Q: What do you consider the foundation’s greatest accomplishments?

We’re proud of the vibrant, positive, and collaborative community that we have built, both for families and for researchers. Families affected by SMA, all of whom have full plates already, generously give their time and share their experiences with the researchers and regulators who are developing treatments. Our researchers honor this by keeping those with SMA foremost in their goals and priorities, and conducting their research in a collaborative and transparent way. Because of the strength of our community, we’re able to ensure that ethos remains consistent, even in times of rapid growth.

We are able to reach and support over 70 percent of all newly diagnosed families. We provide over 3,000 support pieces each year, and have 12,000 affected members with 34 chapters across the U.S.

We’re proud of the amount of money we’ve been able to raise and invest in research—$57 million, with another $2 million planned for the coming year. That investment also reflects the strength of our community, in the number of families who have given via donations or fundraising on our behalf.

We have been able to build incredible volume and breadth into the SMA drug pipeline, which now provides all of us in the community tremendous hope for the future. We have seen rapid progress for many of these programs into clinical trials, and we now have 15 pharmaceutical companies who have decided to join our community.


Q: What are your top research goals over the next year, and what will it take to reach those goals?

One long-term goal is to bring the cumulative SMA drug pipeline to over 30 programs, which includes active programs plus failures. Our current objective is to add programs that synergize with the current approaches in development, allowing us to treat all stages and types of SMA. To get there will take more of the same persistence, strategic thinking, and smart investing that have brought us to this point.
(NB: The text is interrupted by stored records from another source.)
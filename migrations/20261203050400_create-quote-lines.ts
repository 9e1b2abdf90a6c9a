import type { Knex } from 'knex';

// The lines of a quote: description, whole quantity, unit price without VAT, the VAT rate (basis
// points), the net amount and the line's VAT (packages/domain/src/money/vat-lines.ts: per line, nearest penny).
export async function up(knex: Knex): Promise<void> {
  await knex.schema.createTable('quote_lines', (t) => {
    t.increments('id').primary();
    t.integer('firm_id').unsigned().notNullable().references('firms.id').onDelete('CASCADE');
    t.integer('quote_id').unsigned().notNullable().references('quotes.id').onDelete('CASCADE');
    t.integer('position').unsigned().notNullable();
    t.enum('kind', ['visit', 'chemical', 'extra', 'other']).notNullable();
    t.integer('price_item_id').unsigned().nullable();
    t.integer('product_id').unsigned().nullable();
    t.string('description', 200).notNullable();
    t.integer('quantity').unsigned().notNullable();
    t.integer('unit_pence').notNullable();
    t.integer('vat_rate_bp').unsigned().notNullable();
    t.integer('net_pence').notNullable();
    t.integer('vat_pence').notNullable();
    t.index(['firm_id', 'quote_id']);
  });
}

export async function down(knex: Knex): Promise<void> {
  await knex.schema.dropTable('quote_lines');
}
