import type { Knex } from 'knex';

// Our own reference for a payment, made before the checkout session and sent in its metadata (and used as the
// session's Idempotency-Key): a webhook finds its payment by it even when the session's row was never written.
export async function up(knex: Knex): Promise<void> {
  await knex.schema.alterTable('payments', (t) => {
    t.string('reference', 36).notNullable();
    t.unique(['reference']);
  });
}

export async function down(knex: Knex): Promise<void> {
  await knex.schema.alterTable('payments', (t) => {
    t.dropUnique(['reference']);
    t.dropColumn('reference');
  });
}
With seven programs now in clinical trials, we also have the goal of helping these programs proceed toward Food and Drug Administration (FDA) approval. This requires us to continue working with our researchers on trial endpoints, and with our patient community on defining what risks are acceptable and what benefits are meaningful to them.

As FDA approvals draw closer, we have the goal of building stronger relationships with our government and regulatory partners in addition to our pharmaceutical industry collaborators. When the time comes for the FDA to consider an SMA drug for approval, we want to be sure our community’s voice is heard. This will require us to undertake new initiatives to broaden our reach even further.

Our community has remained strong as we’ve grown from a small group of families in 1984 to thousands of families, researchers, and industry partners today. One key goal we have now is to be focused on sustaining this unified community as we broaden to include new stakeholders.